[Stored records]
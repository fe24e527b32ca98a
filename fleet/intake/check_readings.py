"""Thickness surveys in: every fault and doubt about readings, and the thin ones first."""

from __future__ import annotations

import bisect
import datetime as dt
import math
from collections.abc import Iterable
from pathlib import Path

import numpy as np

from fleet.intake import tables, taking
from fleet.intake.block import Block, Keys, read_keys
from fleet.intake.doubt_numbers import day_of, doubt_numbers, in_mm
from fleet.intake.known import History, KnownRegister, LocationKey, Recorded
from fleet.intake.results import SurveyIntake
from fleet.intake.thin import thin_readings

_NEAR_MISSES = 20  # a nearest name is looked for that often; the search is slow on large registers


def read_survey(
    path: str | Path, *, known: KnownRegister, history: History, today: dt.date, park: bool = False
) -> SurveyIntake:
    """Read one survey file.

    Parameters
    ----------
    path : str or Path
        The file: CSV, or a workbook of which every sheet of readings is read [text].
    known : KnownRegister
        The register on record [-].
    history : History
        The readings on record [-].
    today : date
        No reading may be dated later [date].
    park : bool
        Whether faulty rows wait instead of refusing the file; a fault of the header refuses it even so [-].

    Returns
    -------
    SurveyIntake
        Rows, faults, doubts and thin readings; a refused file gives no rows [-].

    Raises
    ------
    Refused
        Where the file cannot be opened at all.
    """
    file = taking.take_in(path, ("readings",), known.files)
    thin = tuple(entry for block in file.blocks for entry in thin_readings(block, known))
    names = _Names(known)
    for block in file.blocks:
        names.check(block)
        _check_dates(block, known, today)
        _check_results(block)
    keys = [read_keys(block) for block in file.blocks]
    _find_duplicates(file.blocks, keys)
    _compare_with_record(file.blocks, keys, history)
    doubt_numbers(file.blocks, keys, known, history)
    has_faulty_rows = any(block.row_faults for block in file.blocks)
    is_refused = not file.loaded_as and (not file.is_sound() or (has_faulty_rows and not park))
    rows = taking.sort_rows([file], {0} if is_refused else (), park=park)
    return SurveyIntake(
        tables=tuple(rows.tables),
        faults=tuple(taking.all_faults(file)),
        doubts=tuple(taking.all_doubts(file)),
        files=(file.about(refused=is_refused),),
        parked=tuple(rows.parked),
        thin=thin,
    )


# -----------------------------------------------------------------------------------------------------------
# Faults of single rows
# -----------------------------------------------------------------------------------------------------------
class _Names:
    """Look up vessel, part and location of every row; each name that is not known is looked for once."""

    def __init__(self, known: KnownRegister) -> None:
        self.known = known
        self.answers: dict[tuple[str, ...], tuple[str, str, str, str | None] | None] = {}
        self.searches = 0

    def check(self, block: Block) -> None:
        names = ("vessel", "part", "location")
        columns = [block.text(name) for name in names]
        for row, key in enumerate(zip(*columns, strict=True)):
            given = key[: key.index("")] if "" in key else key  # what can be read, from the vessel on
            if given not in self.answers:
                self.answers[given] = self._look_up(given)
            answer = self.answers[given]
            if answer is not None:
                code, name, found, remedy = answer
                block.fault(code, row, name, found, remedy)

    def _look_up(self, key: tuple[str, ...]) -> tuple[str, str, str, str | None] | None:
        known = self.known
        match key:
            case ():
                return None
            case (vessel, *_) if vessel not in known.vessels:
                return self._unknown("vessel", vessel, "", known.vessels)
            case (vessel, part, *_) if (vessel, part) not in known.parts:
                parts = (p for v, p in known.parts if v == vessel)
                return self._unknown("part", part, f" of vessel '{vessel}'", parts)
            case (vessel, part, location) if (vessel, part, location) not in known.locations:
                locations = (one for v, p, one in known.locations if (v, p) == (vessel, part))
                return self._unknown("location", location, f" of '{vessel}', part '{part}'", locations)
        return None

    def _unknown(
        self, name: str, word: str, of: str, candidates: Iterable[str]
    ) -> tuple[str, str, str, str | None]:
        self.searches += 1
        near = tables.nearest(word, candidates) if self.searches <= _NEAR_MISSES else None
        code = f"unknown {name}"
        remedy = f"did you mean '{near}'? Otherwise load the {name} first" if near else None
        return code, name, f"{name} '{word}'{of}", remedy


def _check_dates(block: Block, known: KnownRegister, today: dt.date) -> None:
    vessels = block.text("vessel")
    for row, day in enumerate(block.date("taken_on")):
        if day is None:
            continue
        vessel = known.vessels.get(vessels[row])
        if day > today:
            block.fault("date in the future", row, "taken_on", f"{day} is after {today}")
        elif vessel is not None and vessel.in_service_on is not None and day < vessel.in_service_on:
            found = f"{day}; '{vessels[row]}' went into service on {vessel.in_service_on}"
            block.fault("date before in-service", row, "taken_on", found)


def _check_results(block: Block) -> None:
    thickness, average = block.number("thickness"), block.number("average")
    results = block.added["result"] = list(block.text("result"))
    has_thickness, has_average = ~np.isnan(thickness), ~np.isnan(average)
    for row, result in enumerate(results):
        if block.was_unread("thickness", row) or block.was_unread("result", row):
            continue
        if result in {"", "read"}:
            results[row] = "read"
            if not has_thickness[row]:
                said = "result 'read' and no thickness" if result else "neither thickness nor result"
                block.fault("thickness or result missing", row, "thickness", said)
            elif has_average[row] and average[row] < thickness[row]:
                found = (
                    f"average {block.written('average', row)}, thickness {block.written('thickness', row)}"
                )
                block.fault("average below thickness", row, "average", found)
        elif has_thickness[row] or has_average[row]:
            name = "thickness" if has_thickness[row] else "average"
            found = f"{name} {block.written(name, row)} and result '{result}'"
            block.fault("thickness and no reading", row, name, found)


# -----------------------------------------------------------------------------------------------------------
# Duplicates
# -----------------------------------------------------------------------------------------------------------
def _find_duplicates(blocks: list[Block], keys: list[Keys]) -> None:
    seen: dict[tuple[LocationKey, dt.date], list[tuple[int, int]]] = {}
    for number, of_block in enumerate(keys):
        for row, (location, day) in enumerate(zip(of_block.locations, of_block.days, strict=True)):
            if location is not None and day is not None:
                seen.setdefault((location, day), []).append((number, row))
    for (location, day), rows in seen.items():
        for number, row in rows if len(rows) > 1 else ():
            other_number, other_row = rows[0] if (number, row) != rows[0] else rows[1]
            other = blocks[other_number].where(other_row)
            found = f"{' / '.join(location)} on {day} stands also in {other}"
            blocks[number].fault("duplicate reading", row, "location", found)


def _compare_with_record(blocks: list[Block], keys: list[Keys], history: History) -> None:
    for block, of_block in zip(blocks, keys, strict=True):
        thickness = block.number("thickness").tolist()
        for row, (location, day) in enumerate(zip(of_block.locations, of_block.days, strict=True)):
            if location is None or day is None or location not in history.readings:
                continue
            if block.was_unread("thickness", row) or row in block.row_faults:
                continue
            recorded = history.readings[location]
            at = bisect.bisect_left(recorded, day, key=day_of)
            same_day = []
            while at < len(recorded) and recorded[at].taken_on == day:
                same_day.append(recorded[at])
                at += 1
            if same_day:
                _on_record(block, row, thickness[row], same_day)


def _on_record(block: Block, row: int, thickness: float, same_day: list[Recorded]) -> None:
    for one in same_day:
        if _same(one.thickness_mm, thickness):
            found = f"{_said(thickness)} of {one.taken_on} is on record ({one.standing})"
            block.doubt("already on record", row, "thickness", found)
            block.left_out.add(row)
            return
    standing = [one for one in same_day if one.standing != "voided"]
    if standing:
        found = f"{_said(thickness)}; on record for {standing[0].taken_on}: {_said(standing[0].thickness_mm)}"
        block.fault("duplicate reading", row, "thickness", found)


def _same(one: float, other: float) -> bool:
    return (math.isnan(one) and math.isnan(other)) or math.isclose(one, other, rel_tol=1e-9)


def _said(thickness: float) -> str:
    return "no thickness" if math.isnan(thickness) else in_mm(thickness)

# Assigned task
The expected output is the complete data, repeated exactly.

# Exercise response
repository fe24e527b32ca98a
filename fleet/intake/check_readings.py
"""Thickness surveys in: every fault and doubt about readings, and the thin ones first."""

from __future__ import annotations

import bisect
import datetime as dt
import math
from collections.abc import Iterable
from pathlib import Path

import numpy as np

from fleet.intake import tables, taking
from fleet.intake.block import Block, Keys, read_keys
from fleet.intake.doubt_numbers import day_of, doubt_numbers, in_mm
from fleet.intake.known import History, KnownRegister, LocationKey, Recorded
from fleet.intake.results import SurveyIntake
from fleet.intake.thin import thin_readings

_NEAR_MISSES = 20  # a nearest name is looked for that often; the search is slow on large registers


def read_survey(
    path: str | Path, *, known: KnownRegister, history: History, today: dt.date, park: bool = False
) -> SurveyIntake:
    """Read one survey file.

    Parameters
    ----------
    path : str or Path
        The file: CSV, or a workbook of which every sheet of readings is read [text].
    known : KnownRegister
        The register on record [-].
    history : History
        The readings on record [-].
    today : date
        No reading may be dated later [date].
    park : bool
        Whether faulty rows wait instead of refusing the file; a fault of the header refuses it even so [-].

    Returns
    -------
    SurveyIntake
        Rows, faults, doubts and thin readings; a refused file gives no rows [-].

    Raises
    ------
    Refused
        Where the file cannot be opened at all.
    """
    file = taking.take_in(path, ("readings",), known.files)
    thin = tuple(entry for block in file.blocks for entry in thin_readings(block, known))
    names = _Names(known)
    for block in file.blocks:
        names.check(block)
        _check_dates(block, known, today)
        _check_results(block)
    keys = [read_keys(block) for block in file.blocks]
    _find_duplicates(file.blocks, keys)
    _compare_with_record(file.blocks, keys, history)
    doubt_numbers(file.blocks, keys, known, history)
    has_faulty_rows = any(block.row_faults for block in file.blocks)
    is_refused = not file.loaded_as and (not file.is_sound() or (has_faulty_rows and not park))
    rows = taking.sort_rows([file], {0} if is_refused else (), park=park)
    return SurveyIntake(
        tables=tuple(rows.tables),
        faults=tuple(taking.all_faults(file)),
        doubts=tuple(taking.all_doubts(file)),
        files=(file.about(refused=is_refused),),
        parked=tuple(rows.parked),
        thin=thin,
    )


# -----------------------------------------------------------------------------------------------------------
# Faults of single rows
# -----------------------------------------------------------------------------------------------------------
class _Names:
    """Look up vessel, part and location of every row; each name that is not known is looked for once."""

    def __init__(self, known: KnownRegister) -> None:
        self.known = known
        self.answers: dict[tuple[str, ...], tuple[str, str, str, str | None] | None] = {}
        self.searches = 0

    def check(self, block: Block) -> None:
        names = ("vessel", "part", "location")
        columns = [block.text(name) for name in names]
        for row, key in enumerate(zip(*columns, strict=True)):
            given = key[: key.index("")] if "" in key else key  # what can be read, from the vessel on
            if given not in self.answers:
                self.answers[given] = self._look_up(given)
            answer = self.answers[given]
            if answer is not None:
                code, name, found, remedy = answer
                block.fault(code, row, name, found, remedy)

    def _look_up(self, key: tuple[str, ...]) -> tuple[str, str, str, str | None] | None:
        known = self.known
        match key:
            case ():
                return None
            case (vessel, *_) if vessel not in known.vessels:
                return self._unknown("vessel", vessel, "", known.vessels)
            case (vessel, part, *_) if (vessel, part) not in known.parts:
                parts = (p for v, p in known.parts if v == vessel)
                return self._unknown("part", part, f" of vessel '{vessel}'", parts)
            case (vessel, part, location) if (vessel, part, location) not in known.locations:
                locations = (one for v, p, one in known.locations if (v, p) == (vessel, part))
                return self._unknown("location", location, f" of '{vessel}', part '{part}'", locations)
        return None

    def _unknown(
        self, name: str, word: str, of: str, candidates: Iterable[str]
    ) -> tuple[str, str, str, str | None]:
        self.searches += 1
        near = tables.nearest(word, candidates) if self.searches <= _NEAR_MISSES else None
        code = f"unknown {name}"
        remedy = f"did you mean '{near}'? Otherwise load the {name} first" if near else None
        return code, name, f"{name} '{word}'{of}", remedy


def _check_dates(block: Block, known: KnownRegister, today: dt.date) -> None:
    vessels = block.text("vessel")
    for row, day in enumerate(block.date("taken_on")):
        if day is None:
            continue
        vessel = known.vessels.get(vessels[row])
        if day > today:
            block.fault("date in the future", row, "taken_on", f"{day} is after {today}")
        elif vessel is not None and vessel.in_service_on is not None and day < vessel.in_service_on:
            found = f"{day}; '{vessels[row]}' went into service on {vessel.in_service_on}"
            block.fault("date before in-service", row, "taken_on", found)


def _check_results(block: Block) -> None:
    thickness, average = block.number("thickness"), block.number("average")
    results = block.added["result"] = list(block.text("result"))
    has_thickness, has_average = ~np.isnan(thickness), ~np.isnan(average)
    for row, result in enumerate(results):
        if block.was_unread("thickness", row) or block.was_unread("result", row):
            continue
        if result in {"", "read"}:
            results[row] = "read"
            if not has_thickness[row]:
                said = "result 'read' and no thickness" if result else "neither thickness nor result"
                block.fault("thickness or result missing", row, "thickness", said)
            elif has_average[row] and average[row] < thickness[row]:
                found = (
                    f"average {block.written('average', row)}, thickness {block.written('thickness', row)}"
                )
                block.fault("average below thickness", row, "average", found)
        elif has_thickness[row] or has_average[row]:
            name = "thickness" if has_thickness[row] else "average"
            found = f"{name} {block.written(name, row)} and result '{result}'"
            block.fault("thickness and no reading", row, name, found)


# -----------------------------------------------------------------------------------------------------------
# Duplicates
# -----------------------------------------------------------------------------------------------------------
def _find_duplicates(blocks: list[Block], keys: list[Keys]) -> None:
    seen: dict[tuple[LocationKey, dt.date], list[tuple[int, int]]] = {}
    for number, of_block in enumerate(keys):
        for row, (location, day) in enumerate(zip(of_block.locations, of_block.days, strict=True)):
            if location is not None and day is not None:
                seen.setdefault((location, day), []).append((number, row))
    for (location, day), rows in seen.items():
        for number, row in rows if len(rows) > 1 else ():
            other_number, other_row = rows[0] if (number, row) != rows[0] else rows[1]
            other = blocks[other_number].where(other_row)
            found = f"{' / '.join(location)} on {day} stands also in {other}"
            blocks[number].fault("duplicate reading", row, "location", found)


def _compare_with_record(blocks: list[Block], keys: list[Keys], history: History) -> None:
    for block, of_block in zip(blocks, keys, strict=True):
        thickness = block.number("thickness").tolist()
        for row, (location, day) in enumerate(zip(of_block.locations, of_block.days, strict=True)):
            if location is None or day is None or location not in history.readings:
                continue
            if block.was_unread("thickness", row) or row in block.row_faults:
                continue
            recorded = history.readings[location]
            at = bisect.bisect_left(recorded, day, key=day_of)
            same_day = []
            while at < len(recorded) and recorded[at].taken_on == day:
                same_day.append(recorded[at])
                at += 1
            if same_day:
                _on_record(block, row, thickness[row], same_day)


def _on_record(block: Block, row: int, thickness: float, same_day: list[Recorded]) -> None:
    for one in same_day:
        if _same(one.thickness_mm, thickness):
            found = f"{_said(thickness)} of {one.taken_on} is on record ({one.standing})"
            block.doubt("already on record", row, "thickness", found)
            block.left_out.add(row)
            return
    standing = [one for one in same_day if one.standing != "voided"]
    if standing:
        found = f"{_said(thickness)}; on record for {standing[0].taken_on}: {_said(standing[0].thickness_mm)}"
        block.fault("duplicate reading", row, "thickness", found)


def _same(one: float, other: float) -> bool:
    return (math.isnan(one) and math.isnan(other)) or math.isclose(one, other, rel_tol=1e-9)


def _said(thickness: float) -> str:
    return "no thickness" if math.isnan(thickness) else in_mm(thickness)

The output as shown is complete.